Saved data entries
· · ·

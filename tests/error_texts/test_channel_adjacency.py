"""The exact text of each refusal of channel_adjacency."""

import numpy as np
import pandas as pd
import pytest

import tfstats as tfs

RING = [[0, 0, 1], [0, 0.6, 0.8], [0, -0.6, 0.8], [-0.6, 0, 0.8], [0.6, 0, 0.8]]


def electrodes(positions, names=None):
    positions = np.asarray(positions, dtype=float).reshape(-1, 3)
    names = names or [f"E{number}" for number in range(len(positions))]
    return pd.DataFrame({"name": names, "x": positions[:, 0], "y": positions[:, 1], "z": positions[:, 2]})


def pairs(*rows):
    return pd.DataFrame(list(rows), columns=["first", "second"])


EXACT = {
    "rule and farthest": (
        lambda: tfs.channel_adjacency({}, rule="Sphere", farthest=-1),
        'channel_adjacency, rule: expected one of "distance", "pairs", "sphere", got \'Sphere\'; choose one of them.',
        "channel_adjacency: expected a DataFrame of electrodes, got dict; read the table with pandas.",
        "channel_adjacency, farthest: expected a distance above 0, got -1; give it in the unit of the positions.",
    ),
    "no distance": (
        lambda: tfs.channel_adjacency(electrodes(RING), rule="distance"),
        "channel_adjacency, farthest: expected a distance for the rule distance, got none; give the largest distance of "
        "neighbours.",
    ),
    "a distance for pairs": (
        lambda: tfs.channel_adjacency(pairs(("A", "B")), rule="pairs", farthest=3),
        "channel_adjacency, farthest: expected no distance for the rule pairs, got 3; leave it out.",
    ),
    "columns": (
        lambda: tfs.channel_adjacency(electrodes(RING).rename(columns={"name": "names", "z": "up"})),
        'channel_adjacency: expected a column "name", got "names", "up", "x", "y"; did you mean "names"? rename the column.',
        'channel_adjacency: expected a column "z", got "names", "up", "x", "y"; rename the column.',
    ),
    "positions missing, names twice": (
        lambda: tfs.channel_adjacency(electrodes([*RING, [np.nan, 0, 1]], ["A", "A", "B", "C", "D", "REF"])),
        'channel_adjacency: expected each electrode once, got "A" more than once; keep one row of each.',
        'channel_adjacency: expected a position for every electrode, got none for "REF"; give positions, leave them out or '
        "use pairs.",
    ),
    "no electrodes": (
        lambda: tfs.channel_adjacency(electrodes([])),
        "channel_adjacency: expected at least one electrode, got none; give the electrodes.",
    ),
    "pairs columns": (
        lambda: tfs.channel_adjacency(electrodes(RING), rule="pairs"),
        'channel_adjacency: expected a column "first", got "name", "x", "y", "z"; rename the column.',
        'channel_adjacency: expected a column "second", got "name", "x", "y", "z"; rename the column.',
    ),
    "pairs cells": (
        lambda: tfs.channel_adjacency(pairs(("A", "A"), ("B", "")), rule="pairs"),
        'channel_adjacency: expected pairs of two channels, got "A" with itself; drop these rows.',
        "channel_adjacency: expected two names in each row, got an empty cell; fill in or drop the row.",
    ),
    "no pairs": (
        lambda: tfs.channel_adjacency(pairs(), rule="pairs"),
        "channel_adjacency: expected at least one pair, got none; give the pairs.",
    ),
    "millimetres": (
        lambda: tfs.channel_adjacency(electrodes(np.array(RING) * 90), rule="distance", farthest=0.05),
        "channel_adjacency, farthest: expected at least the smallest distance of two electrodes, 56.92, got 0.05; give it in "
        "the unit of the positions.",
    ),
    "few": (
        lambda: tfs.channel_adjacency(electrodes(RING[:4])),
        'channel_adjacency: expected at least 5 positions to fit a sphere, got 4; use rule "distance" with farthest, or "pairs".',
    ),
    "plane": (
        lambda: tfs.channel_adjacency(electrodes([[0, 0, 0], [1, 0, 0], [0, 1, 0], [1, 1, 0], [2, 1, 0]])),
        'channel_adjacency: expected positions on a sphere, got positions in a plane; use rule "distance" with farthest, or '
        '"pairs".',
    ),
    "inside": (
        lambda: tfs.channel_adjacency(electrodes([*RING, [0, 0, -1], [1, 0, 0], [-1, 0, 0], [0, 1, 0], [0.1, 0, 0]])),
        'channel_adjacency: expected positions within 20% of a sphere (radius 0.8971), got "E5", "E6", "E9" up to 63% off it; '
        'use rule "distance" with farthest, or "pairs".',
    ),
    "one place twice": (
        lambda: tfs.channel_adjacency(electrodes([*RING, [0, 0, 1], [0, 0, -1]])),
        'channel_adjacency: expected a position of its own for each electrode, got the same for "E0", "E5"; correct them.',
    ),
}


@pytest.mark.parametrize("case", EXACT)
def test_text(case):
    refuse, *texts = EXACT[case]
    with pytest.raises(tfs.InputError) as refused:
        refuse()
    assert list(refused.value.problems) == texts
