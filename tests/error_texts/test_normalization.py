"""The exact text of each refusal by baselines, relative trials, condition maps and the generator."""

from contextlib import contextmanager

import numpy as np
import pandas as pd
import pytest

import tfstats as tfs
from tfstats.simulated_power import PlantedEffect, StudyDesign, lamp_sequences, simulate_subject

TIMES = np.arange(-6, 10) * 0.1


@contextmanager
def refused(*texts):
    with pytest.raises(tfs.InputError) as caught:
        yield
    assert caught.value.problems == texts


def power_of(
    subject="S1", channels=("Fz", "Pz"), labels=("recalled", "missed"), times=TIMES, frequencies=(4.0, 8.0), **more
):
    trials = more.pop("trials", pd.DataFrame({"memory": list(labels) * 4}))
    values = more.pop("values", None)
    if values is None:
        values = np.random.default_rng(0).exponential(size=(len(trials), len(channels), len(frequencies), len(times)))
    return tfs.TrialPower(
        values, frequencies=frequencies, times=times, channels=channels, trials=trials, subject=subject, **more
    )


def maps_of(values=None, **more):
    values = np.zeros((2, 2, 1, 2, 3)) if values is None else values
    names = {
        "subjects": ["S1", "S2"],
        "conditions": ["recalled", "missed"],
        "channels": ["Fz"],
        "frequencies": [4, 8],
        "times": [0.0, 0.1, 0.2],
        "unit": "decibel",
    }
    return tfs.ConditionMaps(values, **{**names, **more})


# -- Baseline -------------------------------------------------------------------------------------
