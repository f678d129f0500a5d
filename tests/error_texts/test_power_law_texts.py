"""The exact text of each refusal by power laws, broadband-adjusted maps, relative maps and trial counts."""

from contextlib import contextmanager

import numpy as np
import pandas as pd
import pytest

import tfstats as tfs

FREQUENCIES = [4.0, 8.0, 16.0, 32.0]
UNKNOWN = (
    'scaling: expected "density" or "amplitude", known for the power, got None (a 1/f signal has exponent 1 by the first and '
    '0 by the second); find out how the wavelets were scaled and state it ("density": unit energy, "amplitude": unit gain at '
    "the centre)."
)


@contextmanager
def refused(*texts):
    with pytest.raises(tfs.InputError) as caught:
        yield
    assert caught.value.problems == texts


def maps_of(**more):
    given = {
        "subjects": ["S1", "S2"],
        "conditions": ["recalled", "missed"],
        "channels": ["Fz"],
        "frequencies": FREQUENCIES,
        "times": [-0.2, -0.1, 0.0, 0.1],
        "unit": "power",
        "scaling": "density",
        "trial_counts": [[4, 6], [5, 7]],
    }
    values = more.pop("values", np.ones((2, 2, 1, 4, 4)))
    return tfs.ConditionMaps(values, **{**given, **more})


def power_of(labels, subject="S1"):
    return tfs.TrialPower(
        np.random.default_rng(0).exponential(size=(len(labels), 1, 2, 8)),
        frequencies=[4, 8],
        times=np.arange(-5, 3) * 0.1,
        channels=["Fz"],
        trials=pd.DataFrame({"memory": labels}),
        subject=subject,
    )


def test_spectra():
    with refused(f"fit_power_law, {UNKNOWN}"):
        tfs.fit_power_law(np.ones(4), FREQUENCIES, scaling=None)
    with refused(
        'fit_power_law, scaling: expected one of "amplitude", "density", got \'unit\'; choose one of them.',
    ):
        tfs.fit_power_law(np.ones(4), FREQUENCIES, scaling="unit")
    with refused(
        "fit_power_law, spectrum: expected finite linear power above 0, or NaN, got 2 values at or below 0 or infinite; "
        "turn decibels back into power, and leave out what is relative to a baseline."
    ):
        tfs.fit_power_law([1.0, -3.0, 0.0, 2.0], FREQUENCIES)
    with refused(
        "fit_power_law, spectrum: expected a last axis of 4, one value a frequency, got shape (4, 2); put the frequencies "
        "last."
    ):
        tfs.fit_power_law(np.ones((4, 2)), FREQUENCIES)
    with refused(
        "fit_power_law, spectrum: expected real numbers (..., frequencies), got type complex128, shape (4,); give linear "
        "power, frequencies last."
    ):
        tfs.fit_power_law(np.ones(4) * 1j, FREQUENCIES)
    with refused(
        "fit_power_law, spectrum: expected an array (..., frequencies), got rows of unequal length; fill gaps with NaN."
    ):
        tfs.fit_power_law([[1.0, 2.0], [1.0]], FREQUENCIES)
    with refused(
        "fit_power_law, wavelet_cycles: expected one positive number, or one for each of the 4 frequencies, got shape (2,), "
        "smallest 3; give the cycles of the wavelets."
    ):
        tfs.fit_power_law(np.ones(4), FREQUENCIES, scaling="amplitude", wavelet_cycles=[3, 4])


def test_all_mistakes_of_a_spectrum_at_once():
    with refused(
        "fit_power_law, frequencies: expected ascending frequencies without repeats, got 8 followed by 4; sort the axis and "
        "the power with it.",
        "fit_power_law, spectrum: expected finite linear power above 0, or NaN, got 1 values at or below 0 or infinite; "
        "turn decibels back into power, and leave out what is relative to a baseline.",
        f"fit_power_law, {UNKNOWN}",
    ):
        tfs.fit_power_law([0.0, 1.0], [8.0, 4.0], scaling=None)


def test_excluded_bands():
    with refused(
        "fit_power_law, frequencies: expected at least 3 outside the excluded bands, got 2 of 4; give more frequencies or "
        "leave out less."
    ):
        tfs.fit_power_law(np.ones(4), FREQUENCIES, exclude=[(8, 16)])
    with refused(
        "fit_power_law, frequencies: expected at least 5 outside the excluded bands, got 4 of 4; give more frequencies or "
        "leave out less."
    ):
        tfs.fit_power_law(np.ones(4), FREQUENCIES, bend=True)
    with refused(
        "fit_power_law, exclude: expected a list of bands (low, high) in Hz, got (8, 13); write [(8, 13)] for instance."
    ):
        tfs.fit_power_law(np.ones(4), FREQUENCIES, exclude=(8, 13))
    with refused(
        "fit_power_law, exclude: expected a low edge not above the high one, in Hz, got 13 to 8; exchange the two edges.",
        "fit_power_law, exclude: expected two numbers, low and high in Hz, got (8,); write both edges.",
    ):
        tfs.fit_power_law(np.ones(4), FREQUENCIES, exclude=[(13, 8), (8,)])


def test_maps_without_a_power_law():
    with refused(
        'power_law_maps, maps: expected averaged linear power (unit "power"), got unit "decibel"; average with '
        'Baseline(unit="none"); a power law is divided out by a baseline.',
        f"power_law_maps, {UNKNOWN}",
        'power_law_maps, window "late": expected a window that holds at least one point of the axis -0.2 to 0.1 s, got 1 to 2 '
        "s; choose a window inside the data.",
    ):
        tfs.power_law_maps(maps_of(unit="decibel", scaling=None), {"early": (-0.2, -0.1), "late": (1, 2)})
    with refused("power_law_maps, windows: expected at least one window, got none; give (start, stop) in s."):
        tfs.power_law_maps(maps_of(), {})
    with refused("power_law_maps, maps: expected ConditionMaps, got ndarray; make them with condition_maps."):
        tfs.power_law_maps(np.ones(3), (0, 1))


def test_maps_that_cannot_be_adjusted():
    with refused(
        'broadband_adjusted, maps: expected maps in unit "decibel", got unit "power"; use a Baseline with unit "decibel".',
        "broadband_adjusted, maps: expected the maps of conditions, got differences of conditions; adjust the maps first and "
        "make the contrast of them afterwards.",
        "broadband_adjusted, frequencies: expected at least 3 outside the excluded bands, got 2 of 4; give more frequencies "
        "or leave out less.",
    ):
        tfs.broadband_adjusted(maps_of(of_differences=True), exclude=[(4, 8)])
    with refused("broadband_adjusted, maps: expected ConditionMaps, got list; make them with condition_maps."):
        tfs.broadband_adjusted([])


def test_averages_that_cannot_be_made_relative():
    with refused(
        "relative_maps, maps: expected ConditionMaps, got int; make them with ConditionMaps(...).",
        "relative_maps, baseline: expected a Baseline, got NoneType; make one with Baseline(...).",
    ):
        tfs.relative_maps(3, None)
    with refused(
        'relative_maps, maps: expected averaged linear power (unit "power"), got unit "decibel"; give power, unit "power".',
        'relative_maps, baseline: expected order "average_first" and no trial column within which references are made, since '
        'the trials are averaged already, got order "trial_first"; use condition_maps with the single trials.',
        'relative_maps, trial_counts: expected the number of trials behind each map for reference "pooled", in which each '
        'trial weighs the same, got None; give the maps their trial_counts, or use reference "own" or "named".',
    ):
        tfs.relative_maps(maps_of(unit="decibel", trial_counts=None), tfs.Baseline(order="trial_first"))
    with refused(
        'relative_maps, baseline: expected unit "decibel", "percent_change", "ratio" or "z_score", got "none"; choose a unit, '
        "or use the maps as they are."
    ):
        tfs.relative_maps(maps_of(), tfs.Baseline(unit="none"))
    with refused(
        'relative_maps, baseline: expected order "average_first" and no trial column within which references are made, since '
        'the trials are averaged already, got within "run"; use condition_maps with the single trials.',
        'relative_maps, reference_condition: expected one of "missed", "recalled", got "rest"; use the spelling of the maps or '
        "another reference.",
    ):
        tfs.relative_maps(maps_of(), tfs.Baseline(reference="named", reference_condition="rest", within="run"))
    with refused(
        'relative_maps, conditions: expected conditions among "missed", "recalled", got "lost"; use the spelling of the data.'
    ):
        tfs.relative_maps(maps_of(), tfs.Baseline((-0.2, -0.1)), conditions=["lost"])
    with refused(
        "maps, baseline window: expected a window inside the times -0.2 to 0.1 s, got -0.5 to -0.2 s; choose a window inside "
        "the data."
    ):
        tfs.relative_maps(maps_of(), tfs.Baseline())
    named = tfs.Baseline((-0.2, -0.1), reference="named", reference_condition="recalled")
    with refused(
        "relative_maps, conditions: expected at least one besides the reference condition, got none; name the conditions "
        "wanted."
    ):
        tfs.relative_maps(maps_of().select(conditions=["recalled"]), named)


def test_averages_without_a_baseline():
    values = np.ones((2, 2, 1, 4, 4))
    values[1, :, :, :, :2] = np.nan
    text = (
        "subject S2, baseline window: expected finite power from -0.2 to -0.1 s in the baseline of condition {} at one "
        "frequency at least, got none at any frequency; choose a window where power is known (wavelets leave the ends of a "
        "trial empty)."
    )
    with refused(text.format('"recalled"'), text.format('"missed"')):
        tfs.relative_maps(maps_of(values=values), tfs.Baseline((-0.2, -0.1)))
    with refused(
        'subject S1, trial counts: expected equal counts for unit "z_score" by "average_first" with reference "own", whose SD '
        'falls with the count, got recalled 4, missed 6; use reference "pooled", another unit, or trial_counts "equal".',
        'subject S2, trial counts: expected equal counts for unit "z_score" by "average_first" with reference "own", whose SD '
        'falls with the count, got recalled 5, missed 7; use reference "pooled", another unit, or trial_counts "equal".',
    ):
        varied = np.random.default_rng(0).exponential(size=(2, 2, 1, 4, 4))
        tfs.relative_maps(maps_of(values=varied), tfs.Baseline((-0.2, -0.1), "z_score", "own"))


def test_trial_counts():
    power = power_of(["recalled", "missed", "missed"])
    expected = (
        'condition_maps, trial_counts: expected unit "decibel" by "average_first" with an arithmetic baseline mean for '
        '"jackknife" (the bias that it removes is that of the logarithm of a mean), got unit {} by {} with a baseline mean '
        'that is {}; use trial_counts "equal" or "as_recorded".'
    )
    with refused(expected.format('"ratio"', '"average_first"', "arithmetic")):
        tfs.condition_maps([power], "memory", tfs.Baseline(unit="ratio"), trial_counts="jackknife")
    with refused(expected.format('"decibel"', '"trial_first"', "geometric")):
        tfs.condition_maps([power], "memory", tfs.Baseline(order="trial_first"), trial_counts="jackknife")
    with refused(expected.format('"decibel"', '"average_first"', "geometric")):
        tfs.condition_maps([power], "memory", tfs.Baseline(baseline_mean="geometric"), trial_counts="jackknife")
    with refused(
        'subject S1, trial counts: expected at least two trials of each condition for trial_counts "jackknife", got missed 2, '
        'recalled 1; leave the subject out or use trial_counts "equal".'
    ):
        tfs.condition_maps([power], "memory", tfs.Baseline(), trial_counts="jackknife")
    with refused(
        "condition_maps, seed: expected a whole number of at least 0, got -1; give a whole number.",
        "condition_maps, subsamples: expected a whole number of at least 1, got 0; give a whole number.",
    ):
        tfs.condition_maps([power], "memory", tfs.Baseline(), trial_counts="equal", seed=-1, subsamples=0)
    with refused(
        f"condition_maps, seed: expected a whole number below 2^64, got {2**64}; give a smaller one.",
    ):
        tfs.condition_maps([power], "memory", tfs.Baseline(), trial_counts="equal", seed=2**64)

· · ·

■ Goal of the exercise
Where the word "last" shows up in a line of the entries above, count that line; the answer is the total alone.

■ Answer for this exercise
3